A seqüência diária ou diuturna nos permite renovar os nossos critérios e
julgamentos, ao mesmo tempo em que nos livra, embora possa ser passageiro, das
forças dos dissabores projetados ou, aceitos por nós, de forma dolosa e/ou,
culposa!
Da mesma forma e, circunstância, também, o passar dos dias afastam de nós as
vitórias e, os acontecimentos benfazejos, os deixando no ostracismo, pela
passagem célere e, constante, do Tempo.
A Vida não passa por nós, pois, na verdade, somos nós que trafegamos por Ela!
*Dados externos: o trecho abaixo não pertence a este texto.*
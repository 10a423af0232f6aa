/**
 * Progress on stderr: a bar (cli-progress) when stderr is a terminal, nothing when it is piped or
 * when progress is turned off, so data on stdout stays clean.
 */
import cliProgress from "cli-progress";
import { onInterrupt } from "./interrupt.js";

export interface Progress {
  tick(n?: number): void;
  stop(): void;
}

const SILENT: Progress = { tick() {}, stop() {} };

/** Ticks between redraws: redrawing per row would cost more than linking. */
const REDRAW_EVERY = 500;

/**
 * A progress display; off unless `enabled` (library calls print nothing unless asked: the command
 * line asks when stderr is a terminal).
 */
export function progress(label: string, enabled = false): Progress {
  if (!enabled) return SILENT;
  const bar = new cliProgress.SingleBar(
    {
      format: `${label} {value} rows | {rate}/s | {duration}s`,
      stream: process.stderr,
      hideCursor: true,
      fps: 5,
    },
    cliProgress.Presets.shades_classic,
  );
  const started = Date.now();
  let n = 0;
  bar.start(0, 0, { rate: 0 });
  // The bar hides the cursor and turns line wrapping off until stopped: an interruption stops it
  // too (the command line's signal handler), or the terminal is left without them.
  const done = onInterrupt({ run: () => bar.stop() });
  return {
    tick(k = 1) {
      n += k;
      if (n % REDRAW_EVERY < k) {
        const secs = (Date.now() - started) / 1000;
        bar.update(n, { rate: secs > 0 ? Math.round(n / secs) : 0 });
      }
    },
    stop() {
      const secs = (Date.now() - started) / 1000;
      bar.update(n, { rate: secs > 0 ? Math.round(n / secs) : 0 });
      bar.stop();
      done();
    },
  };
}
Esse trânsito é seqüente até o nosso final e, tem por base o nosso procedimento
com Tudo o que nos rodeia, porém, sempre, doando para recebermos, em troca, a
oferenda em reciprocidade!
Qualquer ato honesto, expedido ou, recebido, tem que conter em si toda uma gama
de idéias e sentimentos probos, caso contrário, ocorrerão desnível, com os
emissores e, receptores se enxovalhando com a falsidade dada e, recebida!
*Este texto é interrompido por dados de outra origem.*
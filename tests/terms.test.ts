import fc from "fast-check";
import { describe, expect, it } from "vitest";
import { contextTerms, foldText, STOPWORDS, stem } from "../src/score/terms.js";
import { buildVector, cosine, idf } from "../src/score/tfidf.js";

/** Property-test runs: enough to find edge cases, small enough for a shared 2-core machine. */
const RUNS = 200;
/** Fixed seed so a failure reproduces. */
const SEED = 20240611;

describe("contextTerms", () => {
  it("drops a token too long to be a word, in linear time", () => {
    // A garbled scan's run of letters: the stemmer's patterns took quadratic time on it (80,000
    // letters: 15 s).
    expect(contextTerms(`harbour ${"x".repeat(200_000)} quay`)).toEqual(["harbour", "quai"]);
  });

  it("folds case and diacritics before splitting", () => {
    expect(foldText("Société Müller-Ærø")).toBe("societe muller-ærø");
    expect(contextTerms("QUAY Société")).toEqual(["quai", "societ"]);
  });
  it("splits on anything that is not a letter or digit and drops short tokens", () => {
    expect(contextTerms("wharf/quay—warehouse; x, y")).toEqual(["wharf", "quai", "warehous"]);
  });
  it("drops natural's English stopwords", () => {
    expect(STOPWORDS.has("the")).toBe(true);
    expect(STOPWORDS.has("wharf")).toBe(false);
    expect(contextTerms("The owner of the barge and his steamers")).toEqual(["owner", "barg", "steamer"]);
  });
  it("keeps 4-digit years 1000-2099, drops other bare numbers, keeps mixed tokens", () => {
    expect(contextTerms("In 1897 the 12 barges paid 3000 or 0999 at berth 1st and 2099 1000")).toEqual([
      "1897",
      "barg",
      "paid",
      "berth",
      "1st",
      "2099",
      "1000",
    ]);
  });
  it("Porter-stems: classic examples of Porter's algorithm", () => {
    // M. F. Porter, "An algorithm for suffix stripping" (1980): caresses -> caress, ponies -> poni,
    // hopping -> hop; generalizations -> gener is the usual full-run example. From memory.
    expect(contextTerms("caresses ponies hopping generalizations")).toEqual([
      "caress",
      "poni",
      "hop",
      "gener",
    ]);
  });
  it("memoizes stems consistently", () => {
    expect(stem("shipping")).toBe("ship");
    expect(stem("shipping")).toBe("ship");
    expect(contextTerms("Shipping shipping SHIPPING")).toEqual(["ship", "ship", "ship"]);
  });
  it("returns nothing for empty or punctuation-only text", () => {
    expect(contextTerms("")).toEqual([]);
    expect(contextTerms(" -- ,, ")).toEqual([]);
  });
});

describe("idf", () => {
  // Smoothed IDF ln((1 + N) / (1 + df)) + 1, common practice in text retrieval toolkits.
  it("is 1 for a term in every document and grows as the term gets rarer", () => {
    expect(idf(10, 10)).toBeCloseTo(1, 12);
    expect(idf(0, 9)).toBeCloseTo(Math.log(10) + 1, 12);
    expect(idf(1, 9)).toBeCloseTo(Math.log(5) + 1, 12);
    expect(idf(0, 0)).toBe(1);
  });
  it("rejects negative or non-finite counts", () => {
    expect(() => idf(-1, 5)).toThrow(RangeError);
    expect(() => idf(1, Number.NaN)).toThrow(RangeError);
  });
});

describe("buildVector / cosine", () => {
  const one = () => 1;
  it("sorts distinct terms and log-scales term frequency", () => {
    const v = buildVector(["quay", "barge", "quay"], one);
    expect(v.terms).toEqual(["barge", "quay"]);
    expect(v.weights[0]).toBeCloseTo(1, 12);
    expect(v.weights[1]).toBeCloseTo(1 + Math.log(2), 12);
    expect(v.norm).toBeCloseTo(Math.sqrt(1 + (1 + Math.log(2)) ** 2), 12);
  });
  it("multiplies by the term's idf", () => {
    const v = buildVector(["quay"], (t) => (t === "quay" ? 2.5 : 1));
    expect(v.weights[0]).toBeCloseTo(2.5, 12);
  });
  it("computes a hand-checked cosine", () => {
    // (a, b) . (b, c) with unit weights = 1; norms sqrt(2) each: 1 / 2.
    expect(cosine(buildVector(["a", "b"], one), buildVector(["b", "c"], one))).toBeCloseTo(0.5, 12);
    expect(cosine(buildVector(["a"], one), buildVector(["b"], one))).toBe(0);
    expect(cosine(buildVector([], one), buildVector(["b"], one))).toBe(0);
  });
  it("is in [0, 1], symmetric, and 1 on identical non-empty vectors", () => {
    const terms = fc.array(fc.constantFrom("barg", "quai", "wharf", "1897", "steamer", "grain"), {
      maxLength: 8,
    });
    const idfOf = (t: string) => idf(t.length % 3, 5);
    fc.assert(
      fc.property(terms, terms, (x, y) => {
        const a = buildVector(x, idfOf);
        const b = buildVector(y, idfOf);
        const c = cosine(a, b);
        expect(c).toBeGreaterThanOrEqual(0);
        expect(c).toBeLessThanOrEqual(1);
        expect(c).toBeCloseTo(cosine(b, a), 12);
        if (x.length > 0) expect(cosine(a, buildVector([...x].reverse(), idfOf))).toBeCloseTo(1, 12);
      }),
      { numRuns: RUNS, seed: SEED },
    );
  });
});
A amenidade resultante da passagem dos dias, na azáfama hodierna, é uma “válvula
de escape” a nos proteger dos eventos aziagos com presságios maléficos que nos
atormentam, pois, Eles, a cada hora ultrapassada, Ficam para trás, nos deixando,
tão somente, a sua lembrança a se extinguir! Não fora assim, como
sobreviveríamos em paz, por exemplo: com, a perda de um ente querido?
A seqüência diária só será benfazeja para quem for honesto e cumpridor dos seus
deveres dignos, pois, aos bandidos e maléficos, a cada dia que passa, é um
acumulatórios de feitos indignos, seqüentes e, inconseqüentes, onde, não
ocorrerá o abrandamento benéfico para Eles e, sim, a reincidência do... Mal!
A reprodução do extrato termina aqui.